Por desgracia, la misión evangelizadora de la Iglesia es puesta en peligro por teorías de tipo relativista, en las cuales el pluralismo religioso sería algo plenamente legítimo, incluso bueno. Llegar a este tipo de ideas hace que pierda sentido la vocación misionera de la Iglesia. ¿Para qué enseñar a Cristo si todas las religiones valen lo mismo?

Estas teorías olvidan el gran don que Dios ofrece al mundo al revelarse, al comunicarnos su Amor a través del Hijo.

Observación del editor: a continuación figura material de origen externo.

/**
 * Option parsing shared by every command: one reading of dates, ranges,
 * lists and numbers, one error shape (InputError → one stderr line, exit 2).
 */
import { InputError } from '../errors.ts';
import { SUPPORTED_RANGE } from '../eclipse/catalogue.ts';

const YEAR_MIN = SUPPORTED_RANGE.from.getUTCFullYear();
const YEAR_MAX = SUPPORTED_RANGE.to.getUTCFullYear() - 1;
const DATE_EXPECTED = `a date as YYYY, YYYY-MM or YYYY-MM-DD with the year in ${YEAR_MIN}–${YEAR_MAX}`;

/** A calendar period as typed: a year, a month or a day. */
interface Period {
  readonly start: Date;
  /** The first instant after the period. */
  readonly next: Date;
  readonly precision: 'year' | 'month' | 'day';
}

export function parsePeriod(option: string, text: string): Period {
  const match = /^(\d{4})(?:-(\d{2})(?:-(\d{2}))?)?$/.exec(text.trim());
  if (!match) throw new InputError(option, DATE_EXPECTED, text);
  const year = Number(match[1]);
  const month = match[2] === undefined ? undefined : Number(match[2]);
  const day = match[3] === undefined ? undefined : Number(match[3]);
  if (year < YEAR_MIN || year > YEAR_MAX) throw new InputError(option, DATE_EXPECTED, text);
  if (month !== undefined && (month < 1 || month > 12)) throw new InputError(option, DATE_EXPECTED, text);
  const utc = (y: number, m: number, d: number) => {
    const date = new Date(Date.UTC(2000, m, d));
    date.setUTCFullYear(y, m, d);
    return date;
  };
  if (month === undefined) return { start: utc(year, 0, 1), next: utc(year + 1, 0, 1), precision: 'year' };
  if (day === undefined) return { start: utc(year, month - 1, 1), next: utc(year, month, 1), precision: 'month' };
  const start = utc(year, month - 1, day);
  if (start.getUTCDate() !== day || start.getUTCMonth() !== month - 1) throw new InputError(option, DATE_EXPECTED, text);
  return { start, next: utc(year, month - 1, day + 1), precision: 'day' };
}

export interface DateRange {
  readonly from: Date;
  readonly to: Date;
}

export const DEFAULT_RANGE_YEARS = 10;

/**
 * --from/--to as every command reads them: a bare year or month in --to
 * includes that whole year or month; a full date in --to is exclusive.
 * Defaults: from today (UTC), for ten years.
 */
export function parseRange(fromText: string | undefined, toText: string | undefined, today: Date): DateRange {
  const from = fromText === undefined
    ? new Date(Date.UTC(today.getUTCFullYear(), today.getUTCMonth(), today.getUTCDate()))
    : parsePeriod('--from', fromText).start;
  let to: Date;
  if (toText === undefined) {
    to = new Date(from);
    to.setUTCFullYear(from.getUTCFullYear() + DEFAULT_RANGE_YEARS);
    if (to > SUPPORTED_RANGE.to) to = SUPPORTED_RANGE.to;
  } else {
    const period = parsePeriod('--to', toText);
    to = period.precision === 'day' ? period.start : period.next;
  }
  if (to <= from) {
    throw new InputError('--to', `a date after --from (${from.toISOString().slice(0, 10)})`, toText ?? to.toISOString().slice(0, 10));
  }
  return { from, to };
}

export function parseChoice<T extends string>(option: string, text: string, choices: readonly T[]): T {
  const value = text.trim().toLowerCase();
  if ((choices as readonly string[]).includes(value)) return value as T;
  throw new InputError(option, `one of ${choices.join(', ')}`, text);
}

export function parseChoiceList<T extends string>(option: string, text: string, choices: readonly T[]): T[] {
  const parts = text.split(',').map((p) => p.trim()).filter((p) => p.length > 0);
  if (parts.length === 0) throw new InputError(option, `a comma-separated list of ${choices.join(', ')}`, text);
  const chosen = parts.map((p) => {
    if (!(choices as readonly string[]).includes(p.toLowerCase())) {
      throw new InputError(option, `a comma-separated list of ${choices.join(', ')}`, text);
    }
    return p.toLowerCase() as T;
  });
  return [...new Set(chosen)];
}

export function parseNumber(option: string, text: string, limits: { min: number; max: number; unit: string }): number {
  const trimmed = text.trim();
  const value = /^[+-]?(\d+(\.\d*)?|\.\d+)([eE][+-]?\d+)?$/.test(trimmed) ? Number(trimmed) : Number.NaN;
  if (!Number.isFinite(value) || value < limits.min || value > limits.max) {
    throw new InputError(option, `a number of ${limits.unit} from ${limits.min} to ${limits.max}`, text);
  }
  return value;
}
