/**
 * The Moon's passage through the Earth's shadow over one window of hours:
 * sample the ephemeris at a few Chebyshev nodes, then answer any instant in
 * the window from the interpolants. All contact solving runs on this, so an
 * eclipse costs a fixed, small number of ephemeris calls.
 */
import { chebyshevNodes, evaluateChebyshev, fitChebyshev, type ChebyshevSeries } from '../common/chebyshev.ts';
import { ephemerisTime, moonPositionKm, sunPositionKm } from '../../ephemeris/bodies.ts';
import { angleBetween, dot, norm, scale, unit, type Vec3 } from '../../ephemeris/vector.ts';
import { EARTH_EQUATORIAL_RADIUS_KM, MOON_RADIUS_EARTH_RADII, SUN_RADIUS_KM } from '../../ephemeris/constants.ts';

/** Geometry of the Moon against the shadow at one TT instant. Angles in radians, seen from the Earth's centre. */
export interface ShadowState {
  readonly ttDays: number;
  /** m: the Moon's centre to the shadow axis. */
  readonly separationRad: number;
  /** +1 when the Moon's centre is north of the shadow axis (ecliptic north), −1 when south. */
  readonly northSign: 1 | -1;
  readonly moonParallaxRad: number;
  readonly moonSemiDiameterRad: number;
  readonly sunParallaxRad: number;
  readonly sunSemiDiameterRad: number;
  /** Geometric geocentric Moon, km, EQJ. */
  readonly moonPositionKm: Vec3;
  /** Apparent geocentric Sun, km, EQJ (the shadow axis points away from it). */
  readonly sunPositionKm: Vec3;
}

export interface ShadowTrack {
  readonly startTTDays: number;
  readonly endTTDays: number;
  at(ttDays: number): ShadowState;
}

/** Nine nodes over ten hours: see chebyshev.ts for the accuracy this gives. */
export const TRACK_NODE_COUNT = 9;

/** North ecliptic pole in EQJ (J2000 obliquity 23.4392911°). */
const OBLIQUITY_J2000_RAD = (23.4392911 * Math.PI) / 180;
const ECLIPTIC_NORTH: Vec3 = [0, -Math.sin(OBLIQUITY_J2000_RAD), Math.cos(OBLIQUITY_J2000_RAD)];

export function shadowStateFrom(ttDays: number, moonKm: Vec3, sunKm: Vec3): ShadowState {
  const moonDistanceKm = norm(moonKm);
  const sunDistanceKm = norm(sunKm);
  const axis = scale(unit(sunKm), -1);
  const moonDirection = unit(moonKm);
  const separationRad = angleBetween(moonDirection, axis);
  const northComponent = dot(moonDirection, ECLIPTIC_NORTH) - dot(axis, ECLIPTIC_NORTH);
  return {
    ttDays,
    separationRad,
    northSign: northComponent >= 0 ? 1 : -1,
    moonParallaxRad: Math.asin(EARTH_EQUATORIAL_RADIUS_KM / moonDistanceKm),
    moonSemiDiameterRad: Math.asin((MOON_RADIUS_EARTH_RADII * EARTH_EQUATORIAL_RADIUS_KM) / moonDistanceKm),
    sunParallaxRad: Math.asin(EARTH_EQUATORIAL_RADIUS_KM / sunDistanceKm),
    sunSemiDiameterRad: Math.asin(SUN_RADIUS_KM / sunDistanceKm),
    moonPositionKm: moonKm,
    sunPositionKm: sunKm,
  };
}

/** The exact state from the ephemeris, with no interpolation (for checks). */
export function shadowStateDirect(ttDays: number): ShadowState {
  const time = ephemerisTime(ttDays);
  return shadowStateFrom(ttDays, moonPositionKm(time), sunPositionKm(time));
}

export function sampleShadowTrack(startTTDays: number, endTTDays: number, nodeCount = TRACK_NODE_COUNT): ShadowTrack {
  const nodes = chebyshevNodes(startTTDays, endTTDays, nodeCount);
  const moonSamples: Vec3[] = [];
  const sunSamples: Vec3[] = [];
  for (const tt of nodes) {
    const time = ephemerisTime(tt);
    moonSamples.push(moonPositionKm(time));
    sunSamples.push(sunPositionKm(time));
  }
  const fitAxis = (samples: Vec3[], axis: 0 | 1 | 2): ChebyshevSeries =>
    fitChebyshev(startTTDays, endTTDays, samples.map((v) => v[axis]));
  const moonSeries = [fitAxis(moonSamples, 0), fitAxis(moonSamples, 1), fitAxis(moonSamples, 2)] as const;
  const sunSeries = [fitAxis(sunSamples, 0), fitAxis(sunSamples, 1), fitAxis(sunSamples, 2)] as const;
  const evaluate = (series: readonly [ChebyshevSeries, ChebyshevSeries, ChebyshevSeries], tt: number): Vec3 => [
    evaluateChebyshev(series[0], tt),
    evaluateChebyshev(series[1], tt),
    evaluateChebyshev(series[2], tt),
  ];
  return {
    startTTDays,
    endTTDays,
    at: (ttDays) => shadowStateFrom(ttDays, evaluate(moonSeries, ttDays), evaluate(sunSeries, ttDays)),
  };
}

Es cierto que cada hombre acoge libremente una u otra religión; pero también es verdad que existe una vocación profunda a conocer y aceptar la verdad allí donde ésta se encuentre. Si las enseñanzas de Cristo son verdaderas, si fundó la Iglesia para permanecer con nosotros, entonces la religión cristiana tiene mucho que decir a todos los hombres.

Además, el mismo Espíritu Santo actúa en los corazones para que puedan recibir el Evangelio, para que puedan encontrar a Cristo. Si cada hombre busca la verdad y el bien, podemos decir con la Nota (n. 10) que “todo el corazón del hombre, en efecto, espera encontrar a Jesucristo”.

Cada miembro de la Iglesia escucha en su corazón la voz del Maestro que pide: “Id, pues, y haced discípulos a todas las gentes bautizándolas en el nombre del Padre y del Hijo y del Espíritu Santo, y enseñándoles a guardar todo lo que yo os he mandado” (Mt 28,19-20).

Frente a tantos corazones que no conocen a Cristo, que viven en el “desierto”, toda la Iglesia (fieles y pastores) debe ponerse en camino “para rescatar a los hombres del desierto y conducirlos al lugar de la vida, hacia la amistad con el Hijo de Dios, hacia Aquel que nos da la vida, y la vida en plenitud” (Benedicto XVI, Homilía del 24 de abril de 2005, citada en Nota, n. 10).

Al anunciar el Evangelio, cada bautizado, cada misionero, participa del amor de Cristo, se convierte en su emisario. Predica movido por una gratitud profunda: ha recibido la caridad de Cristo y necesita difundirla a otros, con ardor, con confianza, con libertad de palabra (Nota, n. 11).

La Nota resalta, al final de esta parte, la necesidad de unir palabra y testimonio. El testimonio es una de las formas más profundas de anunciar el Evangelio, hasta el punto que una predicación vacía del ejemplo sería hueca. A la vez, el simple testimonio no basta para comunicar la verdad evangélica, pues hay ocasiones en las que resulta necesario explicar, dar “razón de la propia esperanza” (cf. 1Pe 3,15), como había subrayado Pablo VI en la exhortación apostólica “Evangelii nuntiandi” (citada en Nota, n. 11).

La evangelización tiene sentido en cuanto conduce a otros hacia Cristo, en cuanto los lleva a formar parte, en Cristo, de la Iglesia. Todos estamos llamados a esta bellísima misión, porque todos queremos que el don de Dios llegue al mundo entero, hasta lograr que Cristo sea todo en todos (1Cor 15,28, citado en Nota, n. 9).